Una cuadra después, la niebla ya era espesa y el miedo la atenazaba con la fuerza de un niño que se aferra a su madre. Durante un segundo tuvo la certeza de que debía regresar, pero esa certeza desapareció tan rápido como había llegado, reemplazada por el pensamiento de que podía llegar a casa, de que debía llegar a casa.

Surgieron en la tercera manzana, justo a mitad de trayecto, en calle Azul, a una cuadra de la margen derecha del Subín, donde la niebla era muy espesa y empapaba como rocío. Eran tres sombras recortadas contra lo blanco de la niebla, como los espíritus que se decía venían con la bruma para hacer de las suyas. Jennifer dejó escapar un gritito, pensando que efectivamente estaba ante tres de estos espíritus.

Los espíritus se acercaron y Jennifer retrocedió, sintiendo cómo el miedo la envolvía como la niebla en la que se hallaba. Giró sobre los talones para echarse a correr, pero los espíritus fueron más rápidos. Uno de ellos la tomó por la muñeca y la hizo retroceder de un brusco tirón. Dos fuertes brazos la apresaron por la espalda y sintió el aliento a alcohol y a marihuana golpearle con fuerza el rostro.

Al final resultó que no eran espíritus de la niebla, sino tres tipos que habían estado bebiendo y fumando hierba en la esquina. Probablemente la esperaban, quizá solo fue una infortunada coincidencia. Nunca lo supo.

Es increíble que aún intentara mantener el control en aquel momento. Pidió con amabilidad (tanto sus padres como sus tíos le inculcaron siempre buenos modales) que por favor la dejaran ir. Los tres tipos, bastante tocados para sentirse osados, pero no tanto para no saber lo que hacían, se carcajearon a su costa. Cuando uno de ellos le robó el primer beso, con su aliento apestoso a ron barato, empezó a gritar.

Los borrachos, que sabían que estaban en una calle transitable, la llevaron en volandas a orillas del río, donde la niebla era tan espesa que apenas se veía a un metro de distancia.

Solo se habían internado unos diez metros en el estrecho callejón, en los que ella no dejó de gritar y tirar patadas, cuando una patrulla, con las intermitentes de la torreta encendidas, se detuvo en la bocacalle.
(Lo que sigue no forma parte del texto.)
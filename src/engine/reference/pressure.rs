//! Sources of different standard pressure.

use std::collections::BTreeSet;

use num_traits::Zero;

use crate::finding::{Finding, FindingCode, Severity, Text};
use crate::quantity::{Exact, exact_text, to_f64, two_digits};
use crate::source::{Problem, ValueKind, ValueUsed};

/// Enthalpies of ideal gases do not depend on pressure; those of condensed substances by about
/// V·Δp (from (∂H/∂p)_T = V − T(∂V/∂T)_p). 100 cm³/mol stands for a large molar volume.
pub(super) fn pressure(problem: &Problem, text: &Text) -> Vec<Finding> {
    let pressures = standard_pressures(problem);
    let by_pressure = |a: &&Standard<'_>, b: &&Standard<'_>| a.pressure.cmp(&b.pressure);
    let lowest = pressures.iter().min_by(by_pressure);
    let highest = pressures.iter().max_by(by_pressure);
    let (Some(lowest), Some(highest)) = (lowest, highest) else {
        return Vec::new();
    };
    let pascal = &highest.pressure - &lowest.pressure;
    if pascal.is_zero() {
        return Vec::new();
    }
    let (first, second) = match lowest.used_at <= highest.used_at {
        true => (lowest, highest),
        false => (highest, lowest),
    };
    let cost = to_f64(&pascal) * 1e-4 / 1000.0;
    vec![Finding {
        severity: Severity::Note,
        code: FindingCode::ReferencePressure,
        message: format!(
            "{} and {} have standard pressures {} Pa apart. That moves no enthalpy of an ideal \
             gas, and one of a condensed substance of 100 cm³/mol by about {} kJ/mol.",
            first.source,
            second.source,
            exact_text(&pascal),
            two_digits(cost),
        ),
        at: text.place(second.used_at),
    }]
}

/// A standard pressure in Pa, with the source that states it and the first use of a value of it.
struct Standard<'a> {
    pressure: Exact,
    source: &'a str,
    used_at: usize,
}

fn standard_pressures(problem: &Problem) -> Vec<Standard<'_>> {
    let enthalpies = problem
        .values
        .iter()
        .filter(|v| v.kind == ValueKind::FormationEnthalpy);
    let mut seen = BTreeSet::new();
    let of_source = |value: &ValueUsed| {
        let head = &problem.sources[value.source].head;
        let pressure = head.pressure.as_ref()?.value_in_si();
        seen.insert(value.source).then(|| Standard {
            pressure,
            source: problem.sources[value.source].id(),
            used_at: value.used_at.start,
        })
    };
    enthalpies
        .filter(|v| !v.printed.exact)
        .filter_map(of_source)
        .collect()
}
El alivio que sintió fue monumental.

Dos policías bajaron y con lámparas de mano alumbraron a los costados. Los borrachos, en lugar de soltar su presa y salir corriendo, lograron acallarla con la playera hedionda de uno de ellos, y con pasos sigilosos, con la velocidad de una tortuga, siguieron retrocediendo. Jennifer ya no pudo emitir ningún sonido de alerta. Uno de los oficiales encontró el cuaderno de la muchacha y lo tiró a la palangana de la patrulla.
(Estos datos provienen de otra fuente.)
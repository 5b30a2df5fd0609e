//! Sources of another reference temperature than the conventions.

use num_traits::Zero;

use crate::finding::{FindingCode, Severity};
use crate::notation::Species;
use crate::quantity::{to_f64, two_digits};
use crate::source::{Problem, reference_kelvin};

use super::{Said, Sum};

/// A formation enthalpy at another temperature is off by ΔCp of the formation reaction times the
/// difference (Kirchhoff); the heat capacities come from whatever source consulted has them.
pub(super) fn temperature(problem: &Problem, reaction: &Sum<'_>) -> Option<Said> {
    let shift = shift(problem, reaction);
    if shift.sources.is_empty() {
        return None;
    }
    // A heat that is off by an unknown amount does not hold.
    let severity = match shift.unknown.is_empty() {
        true => Severity::Caution,
        false => Severity::Stop,
    };
    Some((
        severity,
        FindingCode::ReferenceTemperature,
        format!(
            "{}: {} gives values for another reference temperature than 298.15 K. They are used \
             as printed; referring them to 298.15 K {}.",
            reaction.id,
            shift.sources.join(", "),
            shift.size()
        ),
    ))
}

/// What referring the values of a sum to 298.15 K would change.
#[derive(Default)]
struct Shift {
    /// The sources of another reference temperature, each with that temperature.
    sources: Vec<String>,
    /// J/mol, as far as it is known.
    joule: f64,
    /// Species for which no consulted source gives the heat capacities.
    unknown: Vec<String>,
}

impl Shift {
    fn size(&self) -> String {
        match self.unknown.is_empty() {
            true => format!(
                "moves the heat by about {} kJ/mol",
                two_digits(self.joule / 1000.0)
            ),
            false => format!(
                "moves the heat by an amount not known here, because no consulted source gives the \
                 heat capacities that the formation of {} needs (100 J/(mol K) would make {} kJ/mol \
                 for each kelvin)",
                self.unknown.join(", "),
                two_digits(0.1)
            ),
        }
    }
}

fn shift(problem: &Problem, reaction: &Sum<'_>) -> Shift {
    let mut shift = Shift::default();
    for term in reaction.terms {
        let substance = &problem.substances[term.substance];
        let Some(value) = substance.value.map(|value| &problem.values[value]) else {
            continue;
        };
        let head = &problem.sources[value.source].head;
        let Some(reference) = head.temperature.as_ref() else {
            continue;
        };
        let kelvin = reference_kelvin() - reference.value_in_si();
        if kelvin.is_zero() || value.printed.exact {
            continue;
        }
        let source = format!("{} ({reference})", head.id);
        if !shift.sources.contains(&source) {
            shift.sources.push(source);
        }
        match formation_heat_capacity(problem, &substance.species) {
            Some(cp) => shift.joule += to_f64(&term.nu) * cp * to_f64(&kelvin),
            None => shift.unknown.push(substance.species.to_string()),
        }
    }
    shift
}

/// Cp of a species less that of its elements at 298.15 K, J/(mol K).
fn formation_heat_capacity(problem: &Problem, species: &Species) -> Option<f64> {
    let mut sum = heat_capacity(problem, species)?;
    for (element, count) in species.formula.counts() {
        let state = problem.reference_states.of_element(*element)?;
        let atoms = state.formula.counts().get(element)?;
        sum -= to_f64(&(count / atoms)) * heat_capacity(problem, state)?;
    }
    Some(sum)
}

fn heat_capacity(problem: &Problem, species: &Species) -> Option<f64> {
    let kelvin = reference_kelvin();
    for source in &problem.sources[..problem.consulted] {
        let r = source.head.gas_constant.as_ref();
        let r = r.map_or(8.314_462_618_153_24, |r| to_f64(&r.value()));
        for entry in source.of_composition(&species.formula.hill()) {
            let same = entry.notations().any(|other| other == species);
            let function = entry.heat_capacity.iter().find(|f| f.serves(&kelvin));
            if let (true, Some(function)) = (same, function) {
                return function.at(to_f64(&kelvin), r);
            }
        }
    }
    None
}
―Al parecer algún niño ha estado jugando en la niebla ―comentó a su compañero con despreocupación.

Alumbró una última vez el callejón, donde inexplicablemente no vio (o se hizo de la vista gorda) las tres sombras que retrocedían con lentitud, llevando con ellas una cuarta sombra más pequeña, indicó a su compañero que subieran, y se alejaron como si nada.

A mitad de manzana, un viejo con una prominente barriga cervecera estaba recostado en la cerca de su terreno, orinando en dirección a la calle con la seguridad de que nadie lo vería. Jennifer lo miró, incluso vio su miembro fofo y arrugado; en cambio el hombre, tras alzar la vista y preguntar si había alguien allí, se dio la vuelta y corrió a meterse a la casa, como si en lugar de verlos a ellos hubiera visto a algún monstruo de la niebla.

En el momento que el hombre dio la vuelta y salió corriendo, Jennifer comprendió que estaba perdida. El miedo se convirtió en terror y casi pudo sentir cómo se regocijaban los borrachos ante su buena suerte.

No habían llegado todavía a la orilla del Subín cuando empezaron a hurgar entre sus ropas, a manosearla. Una mano se metió entre su sostén, y otra, callosa y áspera, empezó a hurgar entre sus piernas.